* **Your assignment**
Set down, please, exactly the lines below that run from the line with "x: v ? text(v[0])" to the line with "site (typed, pasted", both lines included.

--*--

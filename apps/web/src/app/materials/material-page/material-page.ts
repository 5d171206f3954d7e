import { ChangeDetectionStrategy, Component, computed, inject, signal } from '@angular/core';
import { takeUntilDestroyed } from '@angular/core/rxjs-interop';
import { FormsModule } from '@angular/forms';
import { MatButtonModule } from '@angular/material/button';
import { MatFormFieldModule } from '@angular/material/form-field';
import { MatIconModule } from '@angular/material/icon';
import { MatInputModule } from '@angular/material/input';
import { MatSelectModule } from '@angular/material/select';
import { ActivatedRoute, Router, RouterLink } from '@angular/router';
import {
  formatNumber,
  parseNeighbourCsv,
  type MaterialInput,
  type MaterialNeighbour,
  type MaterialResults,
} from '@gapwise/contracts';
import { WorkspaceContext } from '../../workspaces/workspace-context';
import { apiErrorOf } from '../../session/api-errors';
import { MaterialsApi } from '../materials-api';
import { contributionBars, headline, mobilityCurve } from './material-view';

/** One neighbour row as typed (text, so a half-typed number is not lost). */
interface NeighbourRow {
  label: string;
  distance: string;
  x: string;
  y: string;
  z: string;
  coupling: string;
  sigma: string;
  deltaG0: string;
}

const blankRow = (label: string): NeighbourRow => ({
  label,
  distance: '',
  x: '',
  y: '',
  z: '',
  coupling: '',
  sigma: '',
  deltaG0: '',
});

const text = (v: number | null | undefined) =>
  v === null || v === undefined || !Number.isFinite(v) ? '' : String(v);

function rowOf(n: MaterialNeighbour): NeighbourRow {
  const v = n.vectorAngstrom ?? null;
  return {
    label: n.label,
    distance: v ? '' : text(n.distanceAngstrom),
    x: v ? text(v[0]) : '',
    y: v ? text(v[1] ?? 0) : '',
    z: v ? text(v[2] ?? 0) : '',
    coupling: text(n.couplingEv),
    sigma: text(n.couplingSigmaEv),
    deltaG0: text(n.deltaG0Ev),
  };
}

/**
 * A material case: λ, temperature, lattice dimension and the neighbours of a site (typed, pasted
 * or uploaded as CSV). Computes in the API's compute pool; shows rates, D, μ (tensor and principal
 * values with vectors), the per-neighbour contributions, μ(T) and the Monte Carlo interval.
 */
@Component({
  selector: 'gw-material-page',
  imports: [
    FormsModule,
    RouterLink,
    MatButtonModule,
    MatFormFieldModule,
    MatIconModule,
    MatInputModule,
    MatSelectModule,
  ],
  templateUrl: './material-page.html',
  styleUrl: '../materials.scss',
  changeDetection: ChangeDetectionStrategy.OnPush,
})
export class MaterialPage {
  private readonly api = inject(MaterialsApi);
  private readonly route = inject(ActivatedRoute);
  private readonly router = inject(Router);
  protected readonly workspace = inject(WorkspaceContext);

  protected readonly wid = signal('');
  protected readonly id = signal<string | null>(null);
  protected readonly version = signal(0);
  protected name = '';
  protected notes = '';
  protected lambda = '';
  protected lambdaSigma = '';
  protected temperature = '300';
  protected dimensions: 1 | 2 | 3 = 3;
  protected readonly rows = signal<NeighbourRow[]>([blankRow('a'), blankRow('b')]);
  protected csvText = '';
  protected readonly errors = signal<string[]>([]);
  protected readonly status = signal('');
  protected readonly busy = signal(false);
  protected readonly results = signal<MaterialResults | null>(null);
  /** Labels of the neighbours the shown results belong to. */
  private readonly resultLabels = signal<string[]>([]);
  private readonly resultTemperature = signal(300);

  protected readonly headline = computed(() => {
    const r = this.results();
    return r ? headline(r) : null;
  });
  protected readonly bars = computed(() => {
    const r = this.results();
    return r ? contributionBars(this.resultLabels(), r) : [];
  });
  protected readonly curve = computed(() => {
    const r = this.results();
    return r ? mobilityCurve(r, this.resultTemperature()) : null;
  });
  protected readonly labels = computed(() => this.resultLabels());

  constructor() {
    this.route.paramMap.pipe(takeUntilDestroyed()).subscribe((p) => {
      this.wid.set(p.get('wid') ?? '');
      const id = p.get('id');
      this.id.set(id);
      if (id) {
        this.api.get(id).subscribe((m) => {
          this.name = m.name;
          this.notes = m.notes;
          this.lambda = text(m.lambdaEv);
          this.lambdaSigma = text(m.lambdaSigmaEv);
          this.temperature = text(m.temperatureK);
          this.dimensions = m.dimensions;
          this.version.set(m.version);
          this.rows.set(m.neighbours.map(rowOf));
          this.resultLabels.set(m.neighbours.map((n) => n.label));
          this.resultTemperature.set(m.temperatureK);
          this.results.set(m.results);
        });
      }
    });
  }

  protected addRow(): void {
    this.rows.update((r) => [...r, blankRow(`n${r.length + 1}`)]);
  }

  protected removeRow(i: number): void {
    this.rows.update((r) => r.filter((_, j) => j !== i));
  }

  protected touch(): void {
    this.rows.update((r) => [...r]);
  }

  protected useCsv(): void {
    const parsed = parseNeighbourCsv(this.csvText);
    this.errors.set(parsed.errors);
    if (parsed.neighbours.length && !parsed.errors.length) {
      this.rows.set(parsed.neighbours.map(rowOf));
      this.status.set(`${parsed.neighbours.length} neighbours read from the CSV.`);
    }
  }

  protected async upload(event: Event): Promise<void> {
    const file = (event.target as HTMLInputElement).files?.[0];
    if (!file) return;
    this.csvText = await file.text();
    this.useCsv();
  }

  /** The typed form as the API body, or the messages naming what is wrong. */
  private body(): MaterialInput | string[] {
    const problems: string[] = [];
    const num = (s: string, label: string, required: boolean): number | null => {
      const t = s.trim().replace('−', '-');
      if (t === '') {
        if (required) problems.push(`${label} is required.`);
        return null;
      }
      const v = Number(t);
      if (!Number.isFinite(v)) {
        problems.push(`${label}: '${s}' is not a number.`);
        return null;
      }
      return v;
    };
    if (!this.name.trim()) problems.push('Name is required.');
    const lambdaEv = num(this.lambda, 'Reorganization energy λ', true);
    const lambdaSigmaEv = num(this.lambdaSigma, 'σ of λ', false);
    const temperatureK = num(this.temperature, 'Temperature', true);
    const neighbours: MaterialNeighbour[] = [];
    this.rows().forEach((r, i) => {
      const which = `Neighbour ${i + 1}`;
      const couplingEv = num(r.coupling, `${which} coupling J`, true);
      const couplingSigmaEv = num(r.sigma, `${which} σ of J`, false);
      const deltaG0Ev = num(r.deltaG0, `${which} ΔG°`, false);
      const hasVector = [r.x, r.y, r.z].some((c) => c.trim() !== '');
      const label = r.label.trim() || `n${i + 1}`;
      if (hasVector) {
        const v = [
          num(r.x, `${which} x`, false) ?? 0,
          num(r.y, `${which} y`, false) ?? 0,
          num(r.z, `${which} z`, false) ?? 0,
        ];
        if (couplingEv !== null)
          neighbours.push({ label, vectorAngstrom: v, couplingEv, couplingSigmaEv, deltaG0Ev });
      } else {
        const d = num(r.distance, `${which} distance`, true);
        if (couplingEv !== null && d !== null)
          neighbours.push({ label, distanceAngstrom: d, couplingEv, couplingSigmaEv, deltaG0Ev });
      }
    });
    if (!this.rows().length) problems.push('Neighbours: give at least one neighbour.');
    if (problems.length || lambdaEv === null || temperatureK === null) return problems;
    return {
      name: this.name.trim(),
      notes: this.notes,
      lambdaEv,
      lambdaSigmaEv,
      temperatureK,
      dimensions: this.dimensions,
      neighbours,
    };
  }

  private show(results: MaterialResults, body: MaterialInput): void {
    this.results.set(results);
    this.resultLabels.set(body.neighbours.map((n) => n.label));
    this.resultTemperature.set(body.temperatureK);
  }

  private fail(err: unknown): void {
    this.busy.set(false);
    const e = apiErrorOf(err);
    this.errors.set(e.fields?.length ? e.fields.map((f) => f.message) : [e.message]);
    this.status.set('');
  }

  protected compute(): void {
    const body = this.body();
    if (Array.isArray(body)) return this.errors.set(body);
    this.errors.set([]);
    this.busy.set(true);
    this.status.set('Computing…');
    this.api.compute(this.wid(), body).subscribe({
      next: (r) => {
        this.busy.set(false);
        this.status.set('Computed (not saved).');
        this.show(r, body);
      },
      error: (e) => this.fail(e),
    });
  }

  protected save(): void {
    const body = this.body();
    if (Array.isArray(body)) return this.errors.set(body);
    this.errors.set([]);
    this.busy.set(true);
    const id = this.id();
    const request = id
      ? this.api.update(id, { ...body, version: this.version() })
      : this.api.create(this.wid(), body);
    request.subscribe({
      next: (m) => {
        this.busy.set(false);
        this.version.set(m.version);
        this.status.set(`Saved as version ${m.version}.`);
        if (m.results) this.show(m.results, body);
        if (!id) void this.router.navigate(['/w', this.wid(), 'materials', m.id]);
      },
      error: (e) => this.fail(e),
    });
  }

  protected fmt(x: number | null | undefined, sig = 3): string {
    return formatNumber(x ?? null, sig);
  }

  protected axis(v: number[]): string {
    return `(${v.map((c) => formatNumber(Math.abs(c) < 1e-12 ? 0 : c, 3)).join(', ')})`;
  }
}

--*--

* **Exercise solution**
    x: v ? text(v[0]) : '',
    y: v ? text(v[1] ?? 0) : '',
    z: v ? text(v[2] ?? 0) : '',
    coupling: text(n.couplingEv),
    sigma: text(n.couplingSigmaEv),
    deltaG0: text(n.deltaG0Ev),
  };
}

/**
 * A material case: λ, temperature, lattice dimension and the neighbours of a site (typed, pasted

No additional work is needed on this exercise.